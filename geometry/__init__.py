"""Parametric (r, z) clutch sections, meshed with gmsh and read through meshio.

Public API: :func:`build_section` (case -> Section), :func:`mesh_section`
(Section -> SectionMesh), :func:`write_mesh` and :func:`section_picture`.
A new case kind is one function ``case -> Section`` added to ``SECTION_BUILDERS``.
"""
from .case_section import section_from_file
from .cone import cone_section
from .mesh_size import estimate_triangles
from .mesher import SectionMesh, face_node_count, mesh_section
from .output import section_picture, write_mesh
from .plates import plate_section
from .section import Body, FrictionInterface, GeometryError, Region, Section, check_section
from .section_file import SectionFileSpec, read_section

SECTION_BUILDERS = {"cone": cone_section, "plate": plate_section}


def build_section(case) -> Section:
    """The section of a validated case, with the case's mesh controls attached."""
    # a case that names its own drawing is read from it; otherwise its kind's parametric builder
    section = section_from_file(case) if case.section_file is not None else SECTION_BUILDERS[case.kind](case)
    # mesh.refinement scales every size and count alike, so refined meshes are geometrically similar
    refinement = case.mesh.refinement
    section.face_size = case.mesh.interface_element_size / refinement
    section.edge_size = case.mesh.edge_element_size / refinement
    section.body_size = case.mesh.element_size / refinement
    section.refinement = refinement
    for region in section.regions:
        if region.lining_layers:
            region.lining_layers = max(1, round(region.lining_layers * refinement))
    section.element_order = case.mesh.element_order
    for itf in section.interfaces:
        itf.matching_nodes = case.mesh.friction_face_nodes == "matching"
    return section


__all__ = ["Body", "FrictionInterface", "GeometryError", "Region", "Section", "SectionMesh",
           "SECTION_BUILDERS", "build_section", "check_section", "cone_section", "estimate_triangles", "face_node_count",
           "mesh_section", "plate_section", "read_section", "section_from_file", "SectionFileSpec", "section_picture", "write_mesh"]
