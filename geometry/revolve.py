"""Revolve a triangulated (r, z) section about the z axis into tetrahedra (3D reference model).

Every triangle sweeps ``layers`` equal sectors into prisms; each prism is split into three
tetrahedra by the rule of Dompierre et al. (1999, "How to subdivide pyramids, prisms and
hexahedra into tetrahedra"): every quadrilateral face takes the diagonal through its
smallest global vertex number, so neighbouring prisms agree and the mesh is conforming.
Node (v, j) of section vertex v at angle θ_j = 2π j / layers has number j · n_vertices + v.

Why not a gmsh revolve (the issue's wording): this does what gmsh's layered
``revolve(..., numElements=[layers])`` followed by tetrahedral splitting does — same
structured prism layers, same conforming split — but on the FE stage's own triangles
(``FeModel.points``/``triangles``), which are not always a gmsh model (the tests' hand-built
blocks) and would otherwise need a second meshing of the section.  Keeping the section's
vertices unchanged is what the 3D contact needs: node (v, j) of a friction face lies exactly
on node (v', j) of its mate, so the 3D node pairs, ring loads and supports come from the
section's own pairing without any geometric search; a full 360° gmsh revolve has to be
split into sweeps below 180° and its seam nodes merged first.  Conformity is tested
(tests/test_tilt.py: every interior face shared by exactly two tetrahedra).
"""
from __future__ import annotations

from dataclasses import dataclass

import numpy as np

# vertex permutations of a prism (0, 1, 2 bottom; 3, 4, 5 above them) that bring vertex i to 0
_ROTATE = np.array([[0, 1, 2, 3, 4, 5], [1, 2, 0, 4, 5, 3], [2, 0, 1, 5, 3, 4],
                    [3, 5, 4, 0, 2, 1], [4, 3, 5, 1, 0, 2], [5, 4, 3, 2, 1, 0]])


@dataclass
class RevolvedMesh:
    points: np.ndarray        # (3, n_vertices * layers) x, y, z in mm
    tets: np.ndarray          # (4, 3 * n_triangles * layers), positive volume
    tet_triangle: np.ndarray  # section triangle each tetrahedron came from
    layers: int
    section_vertices: int

    @property
    def theta(self) -> np.ndarray:
        return 2.0 * np.pi * np.arange(self.layers) / self.layers

    def node(self, vertex, layer):
        return np.asarray(layer) % self.layers * self.section_vertices + np.asarray(vertex)


def revolve(points: np.ndarray, triangles: np.ndarray, layers: int) -> RevolvedMesh:
    """``points`` (2, n) r, z; ``triangles`` (3, m). No vertex may lie on the axis."""
    p = np.asarray(points, float)
    t = np.asarray(triangles, np.int64)
    if np.any(p[0] <= 1e-9):
        raise ValueError("revolve: the section touches the axis (r = 0); the 3D reference needs a bore")
    if layers < 3:
        raise ValueError("revolve: at least three layers around the axis")
    n, m = p.shape[1], t.shape[1]
    th = 2.0 * np.pi * np.arange(layers) / layers
    pts = np.vstack([np.outer(np.cos(th), p[0]).ravel(), np.outer(np.sin(th), p[0]).ravel(),
                     np.tile(p[1], layers)])
    j = np.repeat(np.arange(layers), m)
    tri = np.tile(t, layers)
    prism = np.vstack([tri + j * n, tri + (j + 1) % layers * n])          # (6, m * layers)
    first = np.argmin(prism, axis=0)
    v = np.take_along_axis(prism, _ROTATE[first].T, axis=0)
    diag = np.minimum(v[1], v[5]) < np.minimum(v[2], v[4])
    a = np.where(diag, [[0], [1], [2], [5]], [[0], [1], [2], [4]])
    b = np.where(diag, [[0], [1], [5], [4]], [[0], [4], [2], [5]])
    c = np.array([[0], [4], [5], [3]]).repeat(v.shape[1], axis=1)
    tets = np.hstack([np.take_along_axis(v, k, axis=0) for k in (a, b, c)])
    source = np.tile(np.repeat(np.arange(m)[None], layers, axis=0).ravel(), 3)
    x = pts[:, tets]
    vol = np.einsum("ij,ij->j", np.cross(x[:, 1] - x[:, 0], x[:, 2] - x[:, 0], axis=0), x[:, 3] - x[:, 0])
    if np.any(np.abs(vol) < 1e-14 * np.abs(vol).max()):
        raise ValueError("revolve: degenerate tetrahedra (too few layers or a collapsed triangle)")
    flip = vol < 0
    tets[[2, 3]] = np.where(flip, tets[[3, 2]], tets[[2, 3]])
    return RevolvedMesh(pts, tets, source, layers, n)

▬▬▬

EXERCISE:
What is needed is a copy of every line above in which "shape" appears.

RESULT FOR THIS EXERCISE:
    n, m = p.shape[1], t.shape[1]
    c = np.array([[0], [4], [5], [3]]).repeat(v.shape[1], axis=1)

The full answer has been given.